--- Exercise materials Enclosed Below ---

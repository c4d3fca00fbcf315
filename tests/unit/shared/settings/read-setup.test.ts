import { describe, expect, it } from 'vitest'
import { type SetupField, setupFieldNames, setupFields } from '../../../../shared/settings/fields'
import { readSetup } from '../../../../shared/settings/read-setup'
import { sortedSetupNames } from '../../../../shared/settings/sorted-keys'
import type { AxisKind } from '../../../../shared/settings/types'
import { objectReadingOf } from '../../../support/settings-reading'

function read(setup: unknown, axisKind: AxisKind | undefined = 'linear') {
  const { reading, object, told } = objectReadingOf(typeof setup === 'string' ? setup : JSON.stringify(setup))
  return { setup: readSetup(reading, object, axisKind), told: told() }
}

/** A value that the field takes, by the table. */
function goodValue(field: SetupField, kind: AxisKind): unknown {
  if (field.type === 'flag') return true
  if (field.type === 'choice') return field.choices[kind][0]
  return field.max === undefined ? 5 : Math.min(field.max, 5)
}

describe('every field of the table', () => {
  for (const kind of ['linear', 'rotary'] as const) {
    it(`is read on a ${kind} axis, or refused where it is not for it`, () => {
      for (const name of setupFieldNames) {
        const field: SetupField = setupFields[name]
        const value = goodValue(field, kind)
        const fits = field.type !== 'number' || field.unit[kind] !== null
        expect(read({ [name]: value }, kind), name).toEqual(fits ? { setup: { [name]: value }, told: [] } : { setup: {}, told: [`not-allowed-here /setup/${name}`] })
      }
    })
  }

  it('refuses a value of another type', () => {
    for (const name of setupFieldNames) {
      const field: SetupField = setupFields[name]
      if (field.type === 'number' && field.unit.linear === null) continue
      const code = field.type === 'number' ? field.whole ? 'number-range' : 'number-syntax' : 'enum'
      expect(read({ [name]: [1] }).told, name).toEqual([`${code} /setup/${name}`])
    }
  })

  it('has its bounds', () => {
    for (const name of setupFieldNames) {
      const field: SetupField = setupFields[name]
      if (field.type !== 'number') continue
      const kind = field.unit.linear === null ? 'rotary' : 'linear'
      const step = field.whole ? 1 : 0.000001
      const told = (value: number) => read({ [name]: value }, kind).told
      if (field.min !== undefined) {
        expect(told(field.min), name).toEqual([])
        expect(told(field.min - step), name).toEqual([`number-range /setup/${name}`])
      }
      if (field.max !== undefined) {
        expect(told(field.max), name).toEqual([])
        expect(told(field.max + step), name).toEqual([`number-range /setup/${name}`])
      }
      if (field.above !== undefined) {
        expect(told(field.above), name).toEqual([`number-range /setup/${name}`])
        expect(told(field.above + step), name).toEqual([])
      }
    }
  })
})

describe('readSetup', () => {
  it('is empty for nothing', () => expect(read({})).toEqual({ setup: {}, told: [] }))

  it('writes its keys in canonical order', () => {
    const { setup } = read({ speedLimit: 400, brakeFitted: true, jogSpeed: 50 })
    expect(Object.keys(setup)).toEqual(['brakeFitted', 'jogSpeed', 'speedLimit'])
    expect([...sortedSetupNames]).toEqual([...setupFieldNames].sort())
  })

  it('judges ranges on the rounded value', () => {
    expect(read('{ "speedLimit": -0.0000004 }')).toEqual({ setup: { speedLimit: 0 }, told: [] })
    expect(read('{ "mountingAngle": 90.0000004 }')).toEqual({ setup: { mountingAngle: 90 }, told: [] })
    expect(read('{ "mountingAngle": 90.0000006 }').told).toEqual(['number-range /setup/mountingAngle'])
    expect(read('{ "modulo": 0.0000004 }', 'rotary').told).toEqual(['number-range /setup/modulo'])
  })

  it('keeps velocity gain digit for digit, beyond the range of other numbers', () => {
    expect(read('{ "velocityGain": 4294967295.125 }').setup).toEqual({ velocityGain: 4294967295.125 })
    expect(read('{ "velocityGain": 1e-12 }').setup).toEqual({ velocityGain: 1e-12 })
  })

  it('tells directions by the axis kind', () => {
    expect(read({ positiveDirection: 'extend' }, 'linear').told).toEqual([])
    expect(read({ positiveDirection: 'extend' }, 'rotary').told).toEqual(['enum /setup/positiveDirection'])
  })

  it('judges neither fields nor directions by an axis kind that is not known', () => {
    const { reading, object, told } = objectReadingOf('{ "positiveDirection": "clockwise", "modulo": 360, "payloadMass": 2 }')
    expect(readSetup(reading, object, undefined)).toEqual({ positiveDirection: 'clockwise', modulo: 360, payloadMass: 2 })
    expect(told()).toEqual([])
  })

  it('leaves crossed soft limits for a rule to judge', () => expect(read({ softLimitMin: 10, softLimitMax: 0 }).told).toEqual([]))
})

--- End of Enclosed Exercise materials ---

Count every line of the records that holds the string "undefined". Write only the total.

6